Kinematics: Constant Acceleration and Calculus in One-Dimensional Motion

Vocabulary flashcards covering key concepts from the lecture on constant acceleration, calculus in motion, and historical context.

Acceleration

The rate at which velocity changes with time; measured in meters per second squared (m/s^2); can be positive (speeding up) or negative (slowing down); may be constant or not.

Velocity

The rate of change of position with respect to time; the speed in a given direction; instantaneous velocity is dx/dt, and average velocity is Δx/Δt over an interval.

Instantaneous velocity

The velocity of an object at a specific moment in time.

Delta x

Change in position; Δx = xfinal − xinitial.

Delta t

Change in time; Δt = tfinal − tinitial.

Infinitesimal

An extremely small quantity that is not zero; used in calculus as a limit to zero (e.g., dx and dt).

Derivative

The instantaneous rate of change; for position, the derivative dx/dt gives velocity; for velocity, dv/dt gives acceleration.

Integral

A sum of infinitely many infinitesimals; used to accumulate quantities over an interval (e.g., distance = ∫ v dt).

Constant acceleration

An acceleration that does not change with time; enables simple closed-form expressions for velocity and position.

v(t) = v0 + a t

Velocity at time t for constant acceleration a with initial velocity v0.

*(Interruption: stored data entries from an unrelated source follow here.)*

#[cfg(test)]
mod tests {
    use super::*;

    #[test]
    fn base64_matches_rfc4648_test_vectors() {
        // Test vectors from RFC 4648, section 10.
        let cases = [
            ("", ""),
            ("f", "Zg=="),
            ("fo", "Zm8="),
            ("foo", "Zm9v"),
            ("foob", "Zm9vYg=="),
            ("fooba", "Zm9vYmE="),
            ("foobar", "Zm9vYmFy"),
        ];
        for (raw, enc) in cases {
            assert_eq!(base64(raw.as_bytes()), enc, "{raw:?}");
        }
    }

    #[test]
    fn tick_labels_use_just_enough_decimals() {
        assert_eq!(tick_labels(&[0.0, 0.5, 1.0]), ["0.0", "0.5", "1.0"]);
        assert_eq!(tick_labels(&[1280.0, 1300.0, 1320.0]), ["1280", "1300", "1320"]);
        // Float noise from accumulating steps must not leak into labels.
        assert_eq!(
            tick_labels(&[0.1, 0.2, 0.30000000000000004]),
            ["0.1", "0.2", "0.3"]
        );
        assert_eq!(tick_labels(&[-20.0, -1e-14, 20.0]), ["\u{2212}20", "0", "20"]);
        assert_eq!(tick_labels(&[0.0, 2e6, 4e6]), ["0", "2e6", "4e6"]);
    }

    #[test]
    fn ticks_are_round_and_inside() {
        let t = ticks(-0.3, 87.2, 8);
        assert!(t.len() >= 4 && t.len() <= 8, "{t:?}");
        assert!(t.iter().all(|v| (-0.3..=87.2).contains(v)));
        let step = t[1] - t[0];
        assert!(
            [1.0, 2.0, 5.0, 10.0, 20.0]
                .iter()
                .any(|s| (step - s).abs() < 1e-9),
            "{step}"
        );
    }

    #[test]
    fn polyline_clipping_cuts_at_the_frame() {
        let r = Rect::at(0.0, 0.0, 10.0, 10.0);
        let pieces = clip_polyline(
            &[(-5.0, 5.0), (5.0, 5.0), (5.0, 20.0), (8.0, 20.0), (8.0, 5.0)],
            &r,
        );
        assert_eq!(pieces.len(), 2, "{pieces:?}");
        assert_eq!(pieces[0], vec![(0.0, 5.0), (5.0, 5.0), (5.0, 10.0)]);
        assert_eq!(pieces[1], vec![(8.0, 10.0), (8.0, 5.0)]);
    }

    #[test]
    fn polygon_clipping_keeps_the_inside() {
        let r = Rect::at(0.0, 0.0, 10.0, 10.0);
        // A square half outside on the right: the clipped area is half (shoelace formula).
        let p = clip_polygon(&[(5.0, 2.0), (15.0, 2.0), (15.0, 8.0), (5.0, 8.0)], &r);
        let area: f64 = (0..p.len())
            .map(|i| {
                let (a, b) = (p[i], p[(i + 1) % p.len()]);
                a.0 * b.1 - b.0 * a.1
            })
            .sum::<f64>()
            .abs()
            / 2.0;
        assert!((area - 30.0).abs() < 1e-9, "{area} {p:?}");
    }

    #[test]
    fn simplify_keeps_corners_and_drops_straight_runs() {
        let line: Vec<(f64, f64)> = (0..=100)
            .map(|i| (f64::from(i), 0.0))
            .chain([(100.0, 50.0)])
            .collect();
        let s = simplify(&line, 0.05);
        assert_eq!(s, vec![(0.0, 0.0), (100.0, 0.0), (100.0, 50.0)]);
        // A curve keeps every point that is needed to stay within the tolerance.
        let arc: Vec<(f64, f64)> = (0..=200)
            .map(|i| {
                let t = f64::from(i) / 200.0 * std::f64::consts::PI;
                (100.0 * t.cos(), 100.0 * t.sin())
            })
            .collect();
        let s = simplify(&arc, 0.05);
        assert!(s.len() > 10 && s.len() < arc.len(), "{}", s.len());
        for p in &arc {
            let d = s
                .windows(2)
                .map(|w| {
                    let (a, b) = (w[0], w[1]);
                    let (dx, dy) = (b.0 - a.0, b.1 - a.1);
                    let t = (((p.0 - a.0) * dx + (p.1 - a.1) * dy) / (dx * dx + dy * dy)).clamp(0.0, 1.0);
                    (p.0 - a.0 - t * dx).hypot(p.1 - a.1 - t * dy)
                })
                .fold(f64::INFINITY, f64::min);
            assert!(d <= 0.05 + 1e-12, "{p:?} moved by {d}");
        }
    }

    #[test]
    fn nan_splits_runs() {
        let x = [0.0, 1.0, 2.0, 3.0, 4.0];
        let y = [1.0, f64::NAN, 2.0, 3.0, f64::NAN];
        let runs = finite_runs(&x, &y);
        assert_eq!(runs, vec![vec![(0.0, 1.0)], vec![(2.0, 2.0), (3.0, 3.0)]]);
    }
}
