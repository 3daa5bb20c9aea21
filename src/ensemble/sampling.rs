//! Latin hypercube sampling of config keys, deterministic from a seed.
//!
//! Each of `P` parameters gets its own random permutation of the `M` strata; member `m` takes
//! `u = (perm[m] + U) / M` with `U` uniform in (0, 1), and `u` is mapped through the
//! distribution's quantile function (McKay, Beckman and Conover 1979, Technometrics 21). All
//! draws come from one SplitMix64 stream in a fixed order, so the samples depend only on the
//! seed, the member count and the parameter list, never on threads or shards.

/// A distribution of one sampled key.
#[derive(Debug, Clone, PartialEq)]
pub enum Distribution {
    /// Uniform on `[min, max]`.
    Uniform {
        /// Lower end.
        min: f64,
        /// Upper end.
        max: f64,
    },
    /// Normal with mean and standard deviation.
    Normal {
        /// Mean.
        mean: f64,
        /// Standard deviation.
        sd: f64,
    },
    /// Uniform in the logarithm on `[min, max]`, `min > 0`.
    LogUniform {
        /// Lower end.
        min: f64,
        /// Upper end.
        max: f64,
    },
    /// One of the listed values, each with equal probability.
    Values(Vec<f64>),
}

impl Distribution {
    /// The value at cumulative probability `u` in (0, 1).
    pub fn quantile(&self, u: f64) -> f64 {
        match self {
            Distribution::Uniform { min, max } => min + u * (max - min),
            Distribution::Normal { mean, sd } => mean + sd * normal_quantile(u),
            Distribution::LogUniform { min, max } => (min.ln() + u * (max.ln() - min.ln())).exp(),
            Distribution::Values(v) => v[((u * v.len() as f64) as usize).min(v.len() - 1)],
        }
    }

    /// A short description, e.g. `uniform(0.4, 0.7)`, for file attributes.
    pub fn describe(&self) -> String {
        match self {
            Distribution::Uniform { min, max } => format!("uniform({min}, {max})"),
            Distribution::Normal { mean, sd } => format!("normal(mean {mean}, sd {sd})"),
            Distribution::LogUniform { min, max } => format!("log_uniform({min}, {max})"),
            Distribution::Values(v) => format!(
                "values({})",
                v.iter().map(|x| x.to_string()).collect::<Vec<_>>().join(", ")
            ),
        }
    }
}

/// SplitMix64 (Steele, Lea and Flood 2014, OOPSLA; the constants of Vigna's reference code).
#[derive(Debug, Clone)]
pub struct SplitMix64(u64);

impl SplitMix64 {
    /// A generator started at `seed`.
    pub fn new(seed: u64) -> SplitMix64 {
        SplitMix64(seed)
    }

    /// The next 64 random bits.
    pub fn next_u64(&mut self) -> u64 {
        self.0 = self.0.wrapping_add(0x9E37_79B9_7F4A_7C15);
        let mut z = self.0;
        z = (z ^ (z >> 30)).wrapping_mul(0xBF58_476D_1CE4_E5B9);
        z = (z ^ (z >> 27)).wrapping_mul(0x94D0_49BB_1331_11EB);
        z ^ (z >> 31)
    }

    /// Uniform in the open interval (0, 1): 53 random bits, offset by half a unit.
    pub fn next_open01(&mut self) -> f64 {
        ((self.next_u64() >> 11) as f64 + 0.5) * (1.0 / (1u64 << 53) as f64)
    }

    /// Uniform integer in `0..n` (`n >= 1`), by rejection (no modulo bias).
    pub fn below(&mut self, n: u64) -> u64 {
        let zone = u64::MAX - u64::MAX % n;
        loop {
            let x = self.next_u64();
            if x < zone {
                return x % n;
            }
        }
    }
}

/// Latin hypercube of `members` points in `dims` dimensions: `u[m][j]` in (0, 1), exactly one
/// point of each parameter in each stratum `[k/M, (k+1)/M)`.
pub fn latin_hypercube(members: usize, dims: usize, seed: u64) -> Vec<Vec<f64>> {
    let mut rng = SplitMix64::new(seed);
    let mut u = vec![vec![0.0; dims]; members];
    for j in 0..dims {
        // Fisher-Yates shuffle of the strata (Knuth, TAOCP vol. 2, algorithm P).
        let mut perm: Vec<usize> = (0..members).collect();
        for i in (1..members).rev() {
            let k = rng.below(i as u64 + 1) as usize;
            perm.swap(i, k);
        }
        for (m, row) in u.iter_mut().enumerate() {
            row[j] = (perm[m] as f64 + rng.next_open01()) / members as f64;
        }
    }
    u
}

/// Sampled values `[member][parameter]` for a list of distributions.
pub fn sample(distributions: &[&Distribution], members: usize, seed: u64) -> Vec<Vec<f64>> {
    latin_hypercube(members, distributions.len(), seed)
        .into_iter()
        .map(|row| {
            row.iter()
                .zip(distributions)
                .map(|(u, d)| d.quantile(*u))
                .collect()
        })
        .collect()
}

/// The standard normal quantile `Phi^-1(p)` for `p` in (0, 1), accurate to about 1e-16
/// relative.
///
/// Reference: Wichura (1988), Algorithm AS 241 (PPND16), Appl. Statist. 37, 477-484:
/// rational approximations in `q = p - 1/2` near the centre and in `r = sqrt(-ln(min(p, 1-p)))`
/// in the tails. The coefficients are written as published (more digits than an `f64` holds).
#[allow(clippy::excessive_precision)]
pub fn normal_quantile(p: f64) -> f64 {
    const A: [f64; 8] = [
        3.387_132_872_796_366_608,
        1.331_416_678_917_843_774_5e2,
        1.971_590_950_306_551_442_7e3,
        1.373_169_376_550_946_112_5e4,
        4.592_195_393_154_987_145_7e4,
        6.726_577_092_700_870_085_3e4,
        3.343_057_558_358_812_810_5e4,
        2.509_080_928_730_122_672_7e3,
    ];
    const B: [f64; 8] = [
        1.0,
        4.231_333_070_160_091_125_2e1,
        6.871_870_074_920_579_083e2,
        5.394_196_021_424_751_107_7e3,
        2.121_379_430_158_659_586_7e4,
        3.930_789_580_009_271_061e4,
        2.872_908_573_572_194_267_4e4,
        5.226_495_278_852_854_561e3,
    ];
    const C: [f64; 8] = [
        1.423_437_110_749_683_577_34,
        4.630_337_846_156_545_295_9,
        5.769_497_221_460_691_405_5,
        3.647_848_324_763_204_605_04,
        1.270_458_252_452_368_382_58,
        2.417_807_251_774_506_117_7e-1,
        2.272_384_498_926_918_458_33e-2,
        7.745_450_142_783_414_076_4e-4,
    ];
    const D: [f64; 8] = [
        1.0,
        2.053_191_626_637_758_821_87,
        1.676_384_830_183_803_849_4,
        6.897_673_349_851_000_045_5e-1,
        1.481_039_764_274_800_745_9e-1,
        1.519_866_656_361_645_719_66e-2,
        5.475_938_084_995_344_946e-4,
        1.050_750_071_644_416_843_24e-9,
    ];
    const E: [f64; 8] = [
        6.657_904_643_501_103_777_2,
        5.463_784_911_164_114_369_9,
        1.784_826_539_917_291_335_8,
        2.965_605_718_285_048_912_3e-1,
        2.653_218_952_657_612_309_3e-2,
        1.242_660_947_388_078_438_6e-3,
        2.711_555_568_743_487_578_15e-5,
        2.010_334_399_292_288_132_65e-7,
    ];
    const F: [f64; 8] = [
        1.0,
        5.998_322_065_558_879_376_9e-1,
        1.369_298_809_227_358_053_1e-1,
        1.487_536_129_085_061_485_25e-2,
        7.868_691_311_456_132_591e-4,
        1.846_318_317_510_054_681_8e-5,
        1.421_511_758_316_445_888_7e-7,
        2.044_263_103_389_939_785_64e-15,
    ];
    fn ratio(num: &[f64; 8], den: &[f64; 8], r: f64) -> f64 {
        let horner = |c: &[f64; 8]| c.iter().rev().fold(0.0, |acc, &k| acc * r + k);
        horner(num) / horner(den)
    }
    let q = p - 0.5;
    if q.abs() <= 0.425 {
        let r = 0.180_625 - q * q;
        return q * ratio(&A, &B, r);
    }
    let tail = if q < 0.0 { p } else { 1.0 - p };
    let mut r = (-tail.ln()).sqrt();
    let z = if r <= 5.0 {
        r -= 1.6;
        ratio(&C, &D, r)
    } else {
        r -= 5.0;
        ratio(&E, &F, r)
    };
    if q < 0.0 {
        -z
    } else {
        z
    }
}

#[cfg(test)]
mod tests {
    use super::*;

    #[test]
    fn normal_quantile_matches_scipy() {
        // Reference values: scipy.stats.norm.ppf (scipy 1.17), printed with repr.
        for (p, want) in [
            (0.5, 0.0),
            (0.975, 1.959963984540054),
            (0.841_344_746_068_542_9, 1.0),
            (0.001, -3.090232306167813),
            (1e-10, -6.361340902404056),
            (0.3, -0.5244005127080409),
            (1.0 - 1e-12, 7.0344869100478356),
        ] {
            let got = normal_quantile(p);
            assert!(
                (got - want).abs() <= 1e-14 * (1.0 + want.abs()),
                "{p}: {got} vs {want}"
            );
        }
    }

    #[test]
    fn every_stratum_holds_one_point_and_the_seed_decides() {
        let u = latin_hypercube(50, 3, 7);
        for j in 0..3 {
            let mut strata: Vec<usize> = u.iter().map(|r| (r[j] * 50.0) as usize).collect();
            strata.sort_unstable();
            assert_eq!(strata, (0..50).collect::<Vec<_>>());
        }
        assert_eq!(u, latin_hypercube(50, 3, 7));
        assert_ne!(u, latin_hypercube(50, 3, 8));
    }

    #[test]
    fn listed_values_are_drawn_equally() {
        let d = Distribution::Values(vec![1.0, 2.0, 3.0, 4.0]);
        let s = sample(&[&d], 40, 3);
        for v in [1.0, 2.0, 3.0, 4.0] {
            assert_eq!(s.iter().filter(|r| r[0] == v).count(), 10);
        }
        let lu = Distribution::LogUniform { min: 1.0, max: 100.0 };
        assert!((lu.quantile(0.5) - 10.0).abs() < 1e-12);
    }
}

x(t) = x0 + v0 t + 1/2 a t^2

Position at time t for constant acceleration a, starting from initial position x0 and initial velocity v0.

v^2 equation

v^2 = v0^2 + 2 a (x − x0); relates velocity to displacement for constant acceleration without explicit time.

Boundary conditions

Known values at specified times or positions (e.g., x(t1) = x1) used to determine constants of integration.

Constant of integration

An added constant from integrating a function; fixed by boundary conditions (e.g., initial position x0 or initial velocity v0).

Initial velocity

The velocity at the starting time (t = 0); often denoted v0, vinitial, or vnaught.

Initial position

The position at the starting time (t = 0); often denoted x0 or x_initial.

Gravity

Earth’s gravitational acceleration; near the surface, approximately 9.8 m/s^2 downward; a standard example of constant acceleration.

g = 9.8 m/s^2

Numerical value of acceleration due to gravity near Earth’s surface.

One-dimensional motion

Motion along a single axis (x); analysis reduces to the x-direction with velocity v and position x.

Commutative property

Order of addition or multiplication does not affect the result (a + b = b + a; a·b = b·a).

Newton

17th-century scientist who developed calculus and applied mathematics to motion; pivotal in the birth of classical physics.

Galileo

Early scientist known for careful experiments and foundational ideas in kinematics; regarded as a precursor to modern science.

Delta notation explanation

Delta indicates a change; Δx = xfinal − xinitial and Δt = tfinal − tinitial.